> [Required work]
Nothing outside the range is wanted. Repeat exactly the lines below from the one with "private static List<Finding>" through the one with "for (int i = text.indexOf(needle);".

> [Dataset content]
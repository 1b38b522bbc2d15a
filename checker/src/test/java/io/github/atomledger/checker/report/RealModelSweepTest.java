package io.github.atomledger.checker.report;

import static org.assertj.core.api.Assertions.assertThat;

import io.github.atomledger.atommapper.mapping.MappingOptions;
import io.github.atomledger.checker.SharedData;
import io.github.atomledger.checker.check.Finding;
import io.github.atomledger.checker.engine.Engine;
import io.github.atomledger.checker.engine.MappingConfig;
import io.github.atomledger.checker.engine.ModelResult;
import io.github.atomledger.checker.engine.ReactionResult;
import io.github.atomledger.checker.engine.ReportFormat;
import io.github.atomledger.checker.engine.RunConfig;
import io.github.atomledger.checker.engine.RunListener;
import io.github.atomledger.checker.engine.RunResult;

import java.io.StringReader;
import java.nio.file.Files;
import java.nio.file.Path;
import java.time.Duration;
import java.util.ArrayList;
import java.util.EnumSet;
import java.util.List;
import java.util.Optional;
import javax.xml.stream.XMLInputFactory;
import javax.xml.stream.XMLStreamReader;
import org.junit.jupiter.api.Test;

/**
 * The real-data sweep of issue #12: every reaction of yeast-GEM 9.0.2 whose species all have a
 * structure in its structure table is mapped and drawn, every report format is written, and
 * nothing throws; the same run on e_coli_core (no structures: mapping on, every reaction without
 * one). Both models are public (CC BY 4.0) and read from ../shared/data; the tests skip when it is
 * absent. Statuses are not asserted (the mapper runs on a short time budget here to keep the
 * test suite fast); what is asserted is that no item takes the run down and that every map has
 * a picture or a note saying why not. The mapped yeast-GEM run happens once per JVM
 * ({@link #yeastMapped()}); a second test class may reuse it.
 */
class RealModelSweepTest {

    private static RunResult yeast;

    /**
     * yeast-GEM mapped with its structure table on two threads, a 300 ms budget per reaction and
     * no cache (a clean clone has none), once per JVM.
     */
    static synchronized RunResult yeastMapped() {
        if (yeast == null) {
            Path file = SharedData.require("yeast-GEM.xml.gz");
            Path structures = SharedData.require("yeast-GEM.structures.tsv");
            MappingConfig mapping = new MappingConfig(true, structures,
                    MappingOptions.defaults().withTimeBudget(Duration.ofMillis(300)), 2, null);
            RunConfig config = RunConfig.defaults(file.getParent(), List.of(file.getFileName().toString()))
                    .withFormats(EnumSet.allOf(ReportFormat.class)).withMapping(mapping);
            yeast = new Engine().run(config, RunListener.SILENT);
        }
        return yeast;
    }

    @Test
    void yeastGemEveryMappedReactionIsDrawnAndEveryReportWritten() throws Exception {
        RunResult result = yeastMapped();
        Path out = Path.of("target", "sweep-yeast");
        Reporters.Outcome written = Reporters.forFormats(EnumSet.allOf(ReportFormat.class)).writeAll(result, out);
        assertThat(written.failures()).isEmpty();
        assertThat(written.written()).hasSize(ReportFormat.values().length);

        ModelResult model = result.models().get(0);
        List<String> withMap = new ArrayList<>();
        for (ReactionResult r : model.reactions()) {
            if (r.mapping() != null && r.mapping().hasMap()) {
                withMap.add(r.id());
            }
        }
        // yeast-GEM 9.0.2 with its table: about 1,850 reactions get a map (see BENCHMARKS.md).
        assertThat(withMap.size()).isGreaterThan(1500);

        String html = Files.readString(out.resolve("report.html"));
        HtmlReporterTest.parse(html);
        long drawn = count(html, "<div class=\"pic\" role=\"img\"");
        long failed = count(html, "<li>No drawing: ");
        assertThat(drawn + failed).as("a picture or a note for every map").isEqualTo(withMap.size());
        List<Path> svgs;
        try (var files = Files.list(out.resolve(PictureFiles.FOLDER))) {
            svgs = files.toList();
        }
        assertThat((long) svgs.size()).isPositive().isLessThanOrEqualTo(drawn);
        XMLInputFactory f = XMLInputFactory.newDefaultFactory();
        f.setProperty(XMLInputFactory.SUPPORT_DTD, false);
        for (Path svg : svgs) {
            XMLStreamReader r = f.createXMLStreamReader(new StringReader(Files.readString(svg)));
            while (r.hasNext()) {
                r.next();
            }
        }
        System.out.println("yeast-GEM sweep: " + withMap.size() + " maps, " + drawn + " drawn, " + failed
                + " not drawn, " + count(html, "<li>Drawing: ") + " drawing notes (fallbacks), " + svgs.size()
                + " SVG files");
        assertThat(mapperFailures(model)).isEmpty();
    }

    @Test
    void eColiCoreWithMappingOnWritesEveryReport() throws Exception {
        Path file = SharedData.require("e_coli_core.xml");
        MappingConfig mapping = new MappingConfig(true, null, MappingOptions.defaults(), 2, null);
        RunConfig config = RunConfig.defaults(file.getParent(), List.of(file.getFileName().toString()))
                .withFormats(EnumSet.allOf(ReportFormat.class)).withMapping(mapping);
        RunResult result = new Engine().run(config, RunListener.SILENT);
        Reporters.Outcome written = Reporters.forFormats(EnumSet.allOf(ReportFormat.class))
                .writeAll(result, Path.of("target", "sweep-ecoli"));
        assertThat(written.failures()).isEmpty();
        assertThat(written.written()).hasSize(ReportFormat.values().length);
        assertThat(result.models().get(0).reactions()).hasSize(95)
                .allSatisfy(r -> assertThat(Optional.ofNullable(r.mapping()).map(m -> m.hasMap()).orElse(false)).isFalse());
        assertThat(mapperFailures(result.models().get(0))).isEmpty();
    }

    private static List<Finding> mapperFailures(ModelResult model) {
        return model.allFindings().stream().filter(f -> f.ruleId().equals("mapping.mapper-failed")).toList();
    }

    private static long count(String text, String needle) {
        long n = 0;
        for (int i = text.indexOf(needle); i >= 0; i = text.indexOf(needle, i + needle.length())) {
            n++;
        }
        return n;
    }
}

> [Solution below]
    private static List<Finding> mapperFailures(ModelResult model) {
        return model.allFindings().stream().filter(f -> f.ruleId().equals("mapping.mapper-failed")).toList();
    }

    private static long count(String text, String needle) {
        long n = 0;
        for (int i = text.indexOf(needle); i >= 0; i = text.indexOf(needle, i + needle.length())) {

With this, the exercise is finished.